1. kiss

2.2K 209 16
                                    

WARNING!
CERITA INI MENGANDUNG KATA-KATA KASAR.
BAGI KALIAN PARA ADIK-ADIK YANG MASIH UNYU... JANGAN DI BACA YA....
TERIMAKASIH.

Sore cerah di kota Barcelona. Ketiga gadis berpakaian sedikit minim ini tampak sangat bahagia. Bercanda sembari menikmati americcano yang tinggal setengah.

"Dhea, sekarang giliran lo buat nyabe."

Gadis yang di panggil Dhea itu mendengus.
"Gue kira, kalian melupakannya."

"Mana mungkin kita lupa. Jarang-jarang kan, lo nunjukin sifat cabe lo." Si gadis dengan rambut pirang menyeletuk, dia Ester, gadis asli spanyol dengan sejuta kecentilan.

"Baiklah. Terus, gue harus apa?" Gadis yang kerap di sapa Dhea, gadis paling mungil dengan celana mini serta tshirt putih ketatnya itu bertanya.

"Lihat cowok di belakang lo. Nah, lo harus cium bibirnya!" Jawab gadis berambut merah juga yang paling tinggi. Sebut saja, Emina.

Gadis itu bangkit dengan sedikit mengibaskan rambut panjang hitam legamnya.
Ia membalikan badannya, sedikit menyeringai sebelum melangkah ke arah objeknya.

Langkah pelan penuh pesona, membuat siapa saja tak akan rela mengedipkan matanya barang sedetikpun.

Gadis itu berhenti tepat di belakang seorang lelaki berjaket jins yang juga sedang menikmati kopi.

Gadis itu membalikan tubuh lelaki itu dan dengan cepat, ia menyatukan bibirnya dengan bibir lelaki yang tak di kenalnya itu.
Ia melumatnya pelan. Dan sedetik kemudian, lelaki itu melepasnya paksa. Menatap tajam Dhea. Sementara gadis itu, hanya tersenyum tipis.

"Sorry, brother," ucapnya.

"(Nam...) (Namakamu)..." lelaki itu menatap Dhea dengan sendu.

"Wow.. bagaimana bisa anda mengetahui nama asli saya?" Gadis mungil sepertinya tertarik dengan pria tampan itu. Terlihat dari mata besarnya yang berbinar. Juga menempatkan bokongnya di kursi dekat pria itu.

"Adek, ini abang, bang Iqbaal!"

Gadis itu mengernyitkan dahinya bingung.

"Maaf ya, mas. Abang gue itu cuma satu dan jelek. Gue nggak punya abang seganteng lo.
Kan sayang nggak bisa pacarin lo kalau lo abang gue, ya nggak." Gadis itu menaik-naikan alisnya.

Sementara Iqbaal, ia senang dan juga bingung. Melihat sang adik, ralat, orang yang mirip adiknya? Mungkin. Yang sudah berubah total.

Abangnya, yang sangat di banggakannya, kini telah gagal mendidik (Namakamu).

"Eoh, maaf ya mas. Teman kita emang agak geser otaknya. Jadi... bye.."
Dengan tidak berperikemanusiaan, mereka menarik tangan gadis itu dan membawanya pergi.
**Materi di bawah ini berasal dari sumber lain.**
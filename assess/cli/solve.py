"""``assess solve``: solve the failure modes stated in a problem file.

Results go to stdout (tables, or the result block as JSON with ``--json``); the standing
caution, warnings and error messages go to stderr. The words of the tables and of the
JSON block are those of the report (`assess.problem_file.result_block`).
"""

import json
import math
from enum import Enum
from pathlib import Path
from typing import TYPE_CHECKING, Annotated

import typer
from rich.table import Table

from assess.cli.app import app, err_console, guard, out_console, plain, print_caution
from assess.errors import InputError
from assess.method_names import METHOD_NAMES

if TYPE_CHECKING:
    from assess.problem_file import LoadedProblem

Approach = Enum("Approach", {name: name for name in METHOD_NAMES}, type=str)
Approach.__doc__ = "Approaches selectable on the command line (the engine's methods)."


@app.command()
@guard
def solve(
    problem_file: Annotated[Path, typer.Argument(
        help="Problem file (TOML): uncertain quantities, failure modes, how to solve.",
        dir_okay=False)],
    approach: Annotated[Approach | None, typer.Option(
        "--approach", "--method",
        help="How to solve; overrides [solve] approach in the file. 'auto' lets the tool "
             "choose and cross-check.")] = None,
    seed: Annotated[int | None, typer.Option(
        help="Random seed (int >= 0) of the sampling and of the checks; overrides the file. "
             "Without one, a seed is drawn and reported.")] = None,
    samples: Annotated[int | None, typer.Option(
        help="Number of samples [-]: per level for subset simulation and auto, in total for "
             "importance sampling and crude Monte Carlo, the first design for "
             "polynomial_chaos; overrides the file.")] = None,
    json_output: Annotated[bool, typer.Option(
        "--json", help="Print the result block and the case as JSON on stdout.")] = False,
):
    """Solve the failure modes in PROBLEM_FILE: probability of failure, reliability index,
    design point and which uncertainty drives the risk."""
    from assess.problem_file import SAMPLES_OPTION, load_problem, result_block
    from assess.reliability.dispatch import run_method

    if seed is not None and seed < 0:
        raise InputError(f"--seed must be a non-negative integer, got {seed}")
    if samples is not None and samples < 1:
        raise InputError(f"--samples must be a positive integer, got {samples}")
    try:
        loaded = load_problem(problem_file)
    except InputError as exc:
        # printed without markup: the message may show TOML tables such as [about]
        err_console.print(plain("Input error: ", "bold red", str(exc)), highlight=False,
                          soft_wrap=True)
        raise typer.Exit(code=2) from None
    method_name = approach.value if approach is not None else loaded.method
    if samples is not None and SAMPLES_OPTION[method_name] is None:
        raise InputError(f"--samples does not apply to {method_name} (it does not sample)")
    run_seed = seed if seed is not None else loaded.seed
    result = run_method(loaded.problem(), method_name, seed=run_seed,
                        **loaded.run_options(method_name, samples))
    block = result_block(result, loaded)

    if json_output:
        typer.echo(json.dumps(block, indent=2, allow_nan=False))
    else:
        out_console.print(_answer_table(block, loaded))
        for table in (_modes_table(block), _design_point_table(block, loaded),
                      _drivers_table(block)):
            if table is not None:
                out_console.print(table)
    for warning in result.warnings:
        err_console.print(plain("Warning: ", "yellow", warning), highlight=False,
                          soft_wrap=True)
    trust = (block.get("independent_check") or {}).get("trust")
    if trust and not block["independent_check"].get("agree", True):
        err_console.print(plain("Method to trust: ", "yellow", trust.replace("_", " ")),
                          highlight=False, soft_wrap=True)
    print_caution()


def _number(value, digits: int = 4) -> str:
    if value is None or (isinstance(value, float) and math.isnan(value)):
        return "-"
    if isinstance(value, float) and math.isinf(value):
        return "inf" if value > 0 else "-inf"
    return f"{value:.{digits}g}"


def _answer_table(block: dict, loaded: "LoadedProblem") -> Table:
    case = block["case"]
    title = case.get("title") or Path(case.get("file", "")).name
    answer = block["answer"]
    table = Table(title=f"Reliability of: {(title)}", show_header=False,
                  title_justify="left")
    table.add_column("quantity", style="bold")
    table.add_column("value")
    table.add_row("failure modes", (", ".join(loaded.mode_names))
                  + (" (series system)" if len(loaded.mode_names) > 1 else ""))
    table.add_row("approach", block["approach"])
    if answer["method_used"] != block["approach"]:
        table.add_row("answer from", answer["method_used"].replace("_", " "))
    table.add_row("reliability index beta", _number(answer["reliability_index"], 4))
    table.add_row("probability of failure", _number(answer["probability_of_failure"], 4))
    cov = answer["cov_of_estimate"]
    table.add_row("CoV of the estimate",
                  _number(cov, 3) if cov is not None
                  else "- (not a sampling estimate)" if block["approach"] in ("form", "sorm")
                  else "-")
    bound = answer.get("beta_lower_bound")
    if bound is not None:
        table.add_row("no failure observed", f"beta > {bound:.2f} (a bound, not an estimate)")
    table.add_row("limit-state evaluations", str(answer["limit_state_evaluations"]))
    table.add_row("seed", "-" if answer["seed"] is None else str(answer["seed"]))
    table.add_row("stopping rule met", "yes" if answer["stopping_rule_met"] else "NO")
    check = block.get("independent_check")
    if check:
        verdict = "agrees" if check["agree"] else "DISAGREES"
        table.add_row("independent check", f"{check['by']}: {verdict} - trust "
                      f"{check['trust'].replace('_', ' ')}")
    return table


def _modes_table(block: dict) -> Table | None:
    """Per-mode indices of a series system solved by FORM or SORM."""
    modes = block.get("modes")
    if not modes or len(modes) < 2:
        return None
    table = Table(title="Failure modes (FORM, each mode alone)", title_justify="left")
    table.add_column("mode")
    table.add_column("beta", justify="right")
    table.add_column("pf", justify="right")
    table.add_column("converged")
    for mode in modes:
        table.add_row((str(mode.get("mode", ""))), _number(mode.get("beta")),
                      _number(mode.get("pf")), "yes" if mode.get("converged", True) else "NO")
    return table


def _design_point_table(block: dict, loaded: "LoadedProblem") -> Table | None:
    x = block.get("design_point") or {}
    if not x:
        return None
    units = loaded.units
    table = Table(title="Design point (most likely failure point)", title_justify="left")
    table.add_column("quantity")
    table.add_column("design value", justify="right")
    table.add_column("unit")
    for name, value in x.items():
        table.add_row((name), _number(value, 5), (units.get(name, "")))
    return table


def _drivers_table(block: dict) -> Table | None:
    rows = block.get("which_uncertainty_drives_the_risk") or []
    if not rows:
        return None
    table = Table(title="Which uncertainty drives the risk", title_justify="left")
    table.add_column("quantity")
    table.add_column("importance factor alpha^2", justify="right")
    has_sobol = any(r["sobol_total"] is not None for r in rows)
    if has_sobol:
        table.add_column("Sobol first order", justify="right")
        table.add_column("Sobol total", justify="right")
    for row in rows:
        cells = [(row["variable"]), _number(row["importance_factor"], 3)]
        if has_sobol:
            cells += [_number(row["sobol_first"], 3), _number(row["sobol_total"], 3)]
        table.add_row(*cells)
    return table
Iqbaal tidak bisa tinggal diam. Ia segera menarik tangan gadis yang mirip sekali dengan adiknya itu. Atau mungkin dia memang adiknya.

"Ikut abang, (Namakamu)."

Gadis mungil itu menatap Iqbaal dengan bingung. Atensinya beralih ke kedua temannya yang berada di sampingnya. Lalu kembali menatap Iqbaal yang menatapnya dengan mata berkaca.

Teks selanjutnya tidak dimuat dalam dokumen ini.